I ment like a new primary all together, or maybe a new addition to the black-white scale.

----------


## JET73L

Or colours that couldn't exist, like Octarine (a sort of purplish-greenish-yellow, and looks black or invisible when humans see it). I occasionally try to envision such colours in my head, which tends to give me a migraine if I manage to imagine it for more than a few seconds (same goes for four- and five-dimensional space). It would be an interesting experiment to try to see nonexistent colours in a lucid.

----------


## Photolysis

Uh seeing as we evolved to have trichromic vision there will only be a certain set of 'labels' available for the brain to use as colour.

I mean, people with red-green colour blindness can't imagine what red would be like, and red/green labels are potentially available to them (just because they can't see it, there's no reason to think that they couldn't if it were possible to give them full colour vision). So tell me how people with normal vision are supposed to imagine a whole new colour? There's not even any reason to think that there is a label in the brain to do so.

----------


## Mr. Pig

The human eye can only see a small range in the complete color spectrum.  I don't know how you would imagine it, but I'm sure the mind's eye can view it.

----------


## JET73L

> Uh seeing as we evolved to have trichromic vision there will only be a certain set of 'labels' available for the brain to use as colour.
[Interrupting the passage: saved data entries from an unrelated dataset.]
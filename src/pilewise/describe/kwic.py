"""Keyword-in-context lines: fixed-width left and right context, keyword aligned in one column."""

from __future__ import annotations

import re

from pilewise.ingest.redact import display_text
from pilewise.vectors.text import Analyzer

CONTEXT_CHARS = 45
_SPACE = re.compile(r"\s+")


def _flat(text: str) -> str:
    return _SPACE.sub(" ", text)


def find_term(spans: list[tuple[int, int, str]], key: str) -> tuple[int, int] | None:
    """Character span of the first occurrence of a term or two-word phrase among a text's kept words."""
    parts = key.split(" ")
    if len(parts) == 1:
        for start, end, term in spans:
            if term == key:
                return start, end
        return None
    first, second = parts
    for (start, _, term), (_, end, next_term) in zip(spans, spans[1:], strict=False):
        if term == first and next_term == second:
            return start, end
    return None


def kwic_window(text: str, start: int, end: int, width: int = CONTEXT_CHARS) -> tuple[str, str, str]:
    """Left context, match and right context; each context is exactly `width` characters.

    Whitespace runs become one space and redaction placeholders their labels; the left context is
    right-aligned so that every match starts in the same column.
    """
    left = _flat(display_text(text[max(0, start - 4 * width) : start]))
    if len(left) < width and start > 4 * width:  # long whitespace runs: look further back
        left = _flat(display_text(text[:start]))
    right = _flat(display_text(text[end : end + 4 * width]))
    if len(right) < width and len(text) > end + 4 * width:
        right = _flat(display_text(text[end:]))
    left, right = left[-width:].rjust(width), right[:width].ljust(width)
    return left, _flat(text[start:end]), right


def kwic_line(text: str, analyzer: Analyzer, key: str, width: int = CONTEXT_CHARS) -> tuple[str, str, str] | None:
    """The keyword-in-context line for the first occurrence of `key` in `text`, if any."""
    found = find_term(analyzer.spans(text), key)
    if found is None:
        return None
    return kwic_window(text, found[0], found[1], width)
Wrong. We can only see in three colors, but our (or at least my) subconscious mind can imagine other colours, ones that don't correspond with anything we have seen.

----------


## Ellipsis

> Wrong. We can only see in three colors, but our (or at least my) subconscious mind can imagine other colours, ones that don't correspond with anything we have seen.
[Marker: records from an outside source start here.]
class DocumentTables:
    """assignments.csv (one row per document in reading order; metadata columns of table inputs follow),
    cuts.csv (its cluster at every cut of the tree, columns k2, k3, ...) and members/cluster-NN.csv.

    Made before the pages: the member files exist (with their header) from then on, so that the pages that
    link them may be written while `write` fills them (in a worker process, see `output.writing`).
    """

    def __init__(self, folder: Path, result: RunResult) -> None:
        self.folder = folder
        self.result = result
        docs = result.collection.documents
        known = getattr(docs, "metadata_names", None)  # a shelf keeps them; a tuple is looked through
        self.extra = sorted(known if known is not None else {name for doc in docs for name, _ in doc.metadata})
        self.header = spreadsheet_row(["doc_id", "source", "title", "cluster", "cluster_name", "distance", "date",
                                       "copies", *self.extra])
        self._members()

    def _members(self) -> MemberFiles:
        return MemberFiles(self.folder, self.header, [c.cluster_id for c in self.result.clusters])

    def write(self, track: Callable[[Iterable[Any]], Iterable[Any]] | None = None) -> None:
        """The three tables in one pass over the documents; each file is written from its start.

        Every row is formatted once by the csv module (into a list of lines) and that line goes to both
        assignments.csv and the cluster's member file. Cells that are never text (cluster, copies) or that
        are the same for many rows (the cluster's name) are escaped once, not per row: the same cells as
        `spreadsheet_row` of the whole row (tested).
        """
        result, extra = self.result, self.extra
        docs = result.collection.documents
        # per distinct text, as Python values made once: a document reads them instead of numpy scalars
        labels = np.asarray(result.clustering.labels, dtype=np.int64).tolist()
        distances = np.asarray(result.clustering.distances, dtype=float).tolist()
        text_of_doc = np.asarray(result.collection.text_of_doc, dtype=np.int64).tolist()
        copies = np.asarray(result.collection.copies, dtype=np.int64).tolist()
        cuts = result.levels.cuts
        ks = sorted(cuts)
        cut_table = np.column_stack([np.asarray(cuts[k], dtype=np.int32) for k in ks]) if ks else \
            np.zeros((len(labels), 0), dtype=np.int32)  # one row per text, read a row at a time (bounded at 1M)
        shown = spreadsheet_row([c.shown for c in result.naming.clusters])
        members = self._members()
        lines, cut_lines = _Lines(), _Lines()
        writer = csv.writer(lines, lineterminator="\n")
        cuts_writer = csv.writer(cut_lines, lineterminator="\n")
        with (self.folder / "assignments.csv").open("w", encoding="utf-8", newline="") as handle, \
                (self.folder / "cuts.csv").open("w", encoding="utf-8", newline="") as cuts_handle:
            writer.writerow(self.header)
            cuts_writer.writerow(["doc_id", *(f"k{k}" for k in ks)])
            numbered = enumerate(docs)
            for i, doc in track(numbered) if track else numbered:
                t = text_of_doc[i]
                label = labels[t]
                texts = [doc.doc_id, doc.source, doc.title, doc.date]
                if extra:
                    meta = dict(doc.metadata)
                    texts.extend(meta.get(name, "") for name in extra)
                doc_id, source, title, date, *more = spreadsheet_row(texts)
                distance = f"{distances[t]:.6f}"
                if distance[:1] == "-":  # a plain negative number stays as it is; "-inf" would not
                    distance = str(spreadsheet_cell(distance))
                writer.writerow([doc_id, source, title, label, shown[label], distance, date, copies[t], *more])
                members.add_line(label, lines[-1])
                cuts_writer.writerow([doc_id, *cut_table[t].tolist()])
                if len(lines) >= MEMBER_ROWS_BUFFERED:
                    handle.write("".join(lines))
                    cuts_handle.write("".join(cut_lines))
                    lines.clear()
                    cut_lines.clear()
            handle.write("".join(lines))
            cuts_handle.write("".join(cut_lines))
        members.flush()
The mind builds what it sees in dreams and whatnot based on pre-learned schemes. From birth we are prescribed to a certain spectra of color we can view, and our mind builds expectations for what it will see around that. It would seem to me to be really unlikely for the mind to be able to spontaneously create a new color when all our lives are spent seeing the only ones we can physically see. I think when people say they can see other colors, unknown ones, they are merely getting the IDEA of seeing those colors, not actually seeing them. :/  I think this is an issue that is scientifically dubious but, like AP and other  things, cannot really be proven one way or another. Testimonials can only be believed so much.

----------


## schematics

> Wrong. We can only see in three colors, but our (or at least my) subconscious mind can imagine other colours, ones that don't correspond with anything we have seen.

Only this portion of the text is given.